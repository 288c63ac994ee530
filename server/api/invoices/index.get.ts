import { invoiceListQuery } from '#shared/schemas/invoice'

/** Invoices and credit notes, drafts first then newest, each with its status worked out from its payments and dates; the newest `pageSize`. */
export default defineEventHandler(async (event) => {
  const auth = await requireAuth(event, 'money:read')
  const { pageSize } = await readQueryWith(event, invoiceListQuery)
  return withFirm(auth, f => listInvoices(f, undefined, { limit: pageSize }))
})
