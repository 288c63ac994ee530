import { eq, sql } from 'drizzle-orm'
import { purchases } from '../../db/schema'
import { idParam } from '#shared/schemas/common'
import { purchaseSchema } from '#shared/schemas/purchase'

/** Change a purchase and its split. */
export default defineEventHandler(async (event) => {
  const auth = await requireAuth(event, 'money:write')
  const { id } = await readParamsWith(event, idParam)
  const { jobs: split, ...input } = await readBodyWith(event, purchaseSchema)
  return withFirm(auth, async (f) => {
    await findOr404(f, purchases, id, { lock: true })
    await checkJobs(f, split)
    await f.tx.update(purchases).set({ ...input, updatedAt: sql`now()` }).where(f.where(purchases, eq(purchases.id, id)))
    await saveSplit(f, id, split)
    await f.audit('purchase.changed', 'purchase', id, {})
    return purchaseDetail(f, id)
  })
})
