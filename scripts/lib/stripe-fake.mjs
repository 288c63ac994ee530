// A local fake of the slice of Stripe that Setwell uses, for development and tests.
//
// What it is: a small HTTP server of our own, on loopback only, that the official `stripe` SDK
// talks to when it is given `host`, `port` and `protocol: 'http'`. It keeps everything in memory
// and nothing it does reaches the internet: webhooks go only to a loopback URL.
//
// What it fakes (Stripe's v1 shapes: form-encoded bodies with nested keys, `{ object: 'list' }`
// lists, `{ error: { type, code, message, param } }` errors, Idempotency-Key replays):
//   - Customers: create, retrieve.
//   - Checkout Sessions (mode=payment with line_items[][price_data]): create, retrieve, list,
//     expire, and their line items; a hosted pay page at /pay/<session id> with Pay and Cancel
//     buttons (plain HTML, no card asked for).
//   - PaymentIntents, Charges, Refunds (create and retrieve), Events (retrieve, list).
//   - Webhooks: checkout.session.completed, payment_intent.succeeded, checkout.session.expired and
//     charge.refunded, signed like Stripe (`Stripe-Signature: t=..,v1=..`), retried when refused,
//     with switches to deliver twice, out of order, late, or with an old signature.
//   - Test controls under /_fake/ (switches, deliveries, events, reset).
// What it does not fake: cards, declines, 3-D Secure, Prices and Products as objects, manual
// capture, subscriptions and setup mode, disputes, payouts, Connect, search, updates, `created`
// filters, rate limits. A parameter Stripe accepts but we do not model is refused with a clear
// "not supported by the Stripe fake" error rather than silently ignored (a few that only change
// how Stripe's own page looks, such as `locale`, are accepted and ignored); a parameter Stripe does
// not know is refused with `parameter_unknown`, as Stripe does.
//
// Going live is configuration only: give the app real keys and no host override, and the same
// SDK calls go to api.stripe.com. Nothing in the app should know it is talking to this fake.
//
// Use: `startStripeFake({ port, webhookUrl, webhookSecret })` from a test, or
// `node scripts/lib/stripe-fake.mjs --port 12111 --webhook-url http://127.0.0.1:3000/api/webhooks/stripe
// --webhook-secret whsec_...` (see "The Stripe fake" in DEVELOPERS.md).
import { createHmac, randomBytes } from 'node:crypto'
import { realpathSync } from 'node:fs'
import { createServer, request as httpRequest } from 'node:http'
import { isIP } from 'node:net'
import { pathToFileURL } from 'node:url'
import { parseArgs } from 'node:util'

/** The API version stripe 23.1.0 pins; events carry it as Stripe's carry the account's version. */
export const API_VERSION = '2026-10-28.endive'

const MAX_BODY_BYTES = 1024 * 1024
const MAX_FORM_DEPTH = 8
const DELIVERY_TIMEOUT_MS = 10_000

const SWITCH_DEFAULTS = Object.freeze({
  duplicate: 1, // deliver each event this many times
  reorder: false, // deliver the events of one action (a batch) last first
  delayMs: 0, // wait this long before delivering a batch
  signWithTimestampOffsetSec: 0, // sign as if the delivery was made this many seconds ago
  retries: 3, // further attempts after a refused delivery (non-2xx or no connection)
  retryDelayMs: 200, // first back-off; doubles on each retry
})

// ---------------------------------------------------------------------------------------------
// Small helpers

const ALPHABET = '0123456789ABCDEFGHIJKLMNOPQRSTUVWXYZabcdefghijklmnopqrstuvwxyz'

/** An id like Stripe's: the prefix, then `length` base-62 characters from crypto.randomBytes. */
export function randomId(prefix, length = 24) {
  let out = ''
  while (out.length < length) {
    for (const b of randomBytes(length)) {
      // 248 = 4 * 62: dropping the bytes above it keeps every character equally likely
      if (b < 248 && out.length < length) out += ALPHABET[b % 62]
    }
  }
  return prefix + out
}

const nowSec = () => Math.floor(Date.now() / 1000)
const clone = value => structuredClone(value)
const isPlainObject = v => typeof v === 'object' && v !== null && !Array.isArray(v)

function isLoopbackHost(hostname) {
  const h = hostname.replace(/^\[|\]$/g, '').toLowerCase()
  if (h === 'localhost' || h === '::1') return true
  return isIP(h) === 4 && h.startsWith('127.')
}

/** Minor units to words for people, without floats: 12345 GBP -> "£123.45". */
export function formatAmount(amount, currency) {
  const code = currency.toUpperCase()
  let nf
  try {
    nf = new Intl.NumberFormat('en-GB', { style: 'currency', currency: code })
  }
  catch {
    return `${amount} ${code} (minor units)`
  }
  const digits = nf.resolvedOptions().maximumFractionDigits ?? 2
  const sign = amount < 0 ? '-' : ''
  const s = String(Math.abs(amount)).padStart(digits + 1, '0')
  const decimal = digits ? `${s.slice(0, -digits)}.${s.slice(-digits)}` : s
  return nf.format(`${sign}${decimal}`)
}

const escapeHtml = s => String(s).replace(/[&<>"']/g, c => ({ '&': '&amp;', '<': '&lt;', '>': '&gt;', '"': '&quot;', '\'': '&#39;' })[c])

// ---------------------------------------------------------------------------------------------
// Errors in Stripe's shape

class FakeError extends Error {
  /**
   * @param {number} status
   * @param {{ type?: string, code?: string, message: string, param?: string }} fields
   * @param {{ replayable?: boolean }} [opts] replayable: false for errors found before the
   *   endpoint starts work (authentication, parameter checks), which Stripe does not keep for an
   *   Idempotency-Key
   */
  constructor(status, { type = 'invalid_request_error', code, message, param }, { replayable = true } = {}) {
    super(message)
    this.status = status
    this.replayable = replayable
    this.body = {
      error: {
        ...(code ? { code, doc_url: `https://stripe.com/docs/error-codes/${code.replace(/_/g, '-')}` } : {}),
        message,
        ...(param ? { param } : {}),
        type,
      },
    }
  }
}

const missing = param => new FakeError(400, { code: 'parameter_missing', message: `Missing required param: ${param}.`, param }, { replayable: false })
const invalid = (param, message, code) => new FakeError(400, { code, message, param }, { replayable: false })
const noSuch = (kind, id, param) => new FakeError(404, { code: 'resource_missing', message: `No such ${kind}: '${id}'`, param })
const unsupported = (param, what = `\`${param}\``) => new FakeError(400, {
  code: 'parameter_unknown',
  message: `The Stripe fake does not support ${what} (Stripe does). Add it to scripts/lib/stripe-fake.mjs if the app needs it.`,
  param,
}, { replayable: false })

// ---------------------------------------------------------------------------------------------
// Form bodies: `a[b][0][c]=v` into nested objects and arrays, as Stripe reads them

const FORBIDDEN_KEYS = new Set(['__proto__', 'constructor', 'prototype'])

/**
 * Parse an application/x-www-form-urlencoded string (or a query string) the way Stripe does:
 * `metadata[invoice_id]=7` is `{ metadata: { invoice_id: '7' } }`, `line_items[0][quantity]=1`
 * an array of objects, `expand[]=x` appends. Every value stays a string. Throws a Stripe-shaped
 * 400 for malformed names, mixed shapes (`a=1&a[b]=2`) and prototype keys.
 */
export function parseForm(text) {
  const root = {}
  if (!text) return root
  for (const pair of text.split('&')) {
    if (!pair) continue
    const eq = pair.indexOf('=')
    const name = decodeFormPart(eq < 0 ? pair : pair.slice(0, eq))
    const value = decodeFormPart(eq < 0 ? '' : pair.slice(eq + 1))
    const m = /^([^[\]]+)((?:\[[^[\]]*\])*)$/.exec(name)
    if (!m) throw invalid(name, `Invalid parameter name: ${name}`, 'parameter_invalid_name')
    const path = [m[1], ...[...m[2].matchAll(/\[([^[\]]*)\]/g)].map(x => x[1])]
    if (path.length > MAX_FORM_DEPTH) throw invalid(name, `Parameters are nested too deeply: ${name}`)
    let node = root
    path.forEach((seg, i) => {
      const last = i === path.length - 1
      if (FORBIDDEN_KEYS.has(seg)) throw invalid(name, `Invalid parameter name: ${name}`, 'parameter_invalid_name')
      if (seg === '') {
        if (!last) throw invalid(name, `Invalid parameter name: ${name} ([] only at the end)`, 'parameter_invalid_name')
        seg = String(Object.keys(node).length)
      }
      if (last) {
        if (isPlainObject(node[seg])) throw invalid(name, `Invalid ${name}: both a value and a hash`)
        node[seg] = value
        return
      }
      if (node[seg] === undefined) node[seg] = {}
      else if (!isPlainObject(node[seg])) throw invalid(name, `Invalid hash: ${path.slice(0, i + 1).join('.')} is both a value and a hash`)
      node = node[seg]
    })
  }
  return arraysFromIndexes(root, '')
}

○ ○ ○

▸ Activity: Using the material above, work out the number of lines that include "invoiceListQuery" and answer with that number by itself.

▸ The completed task: 2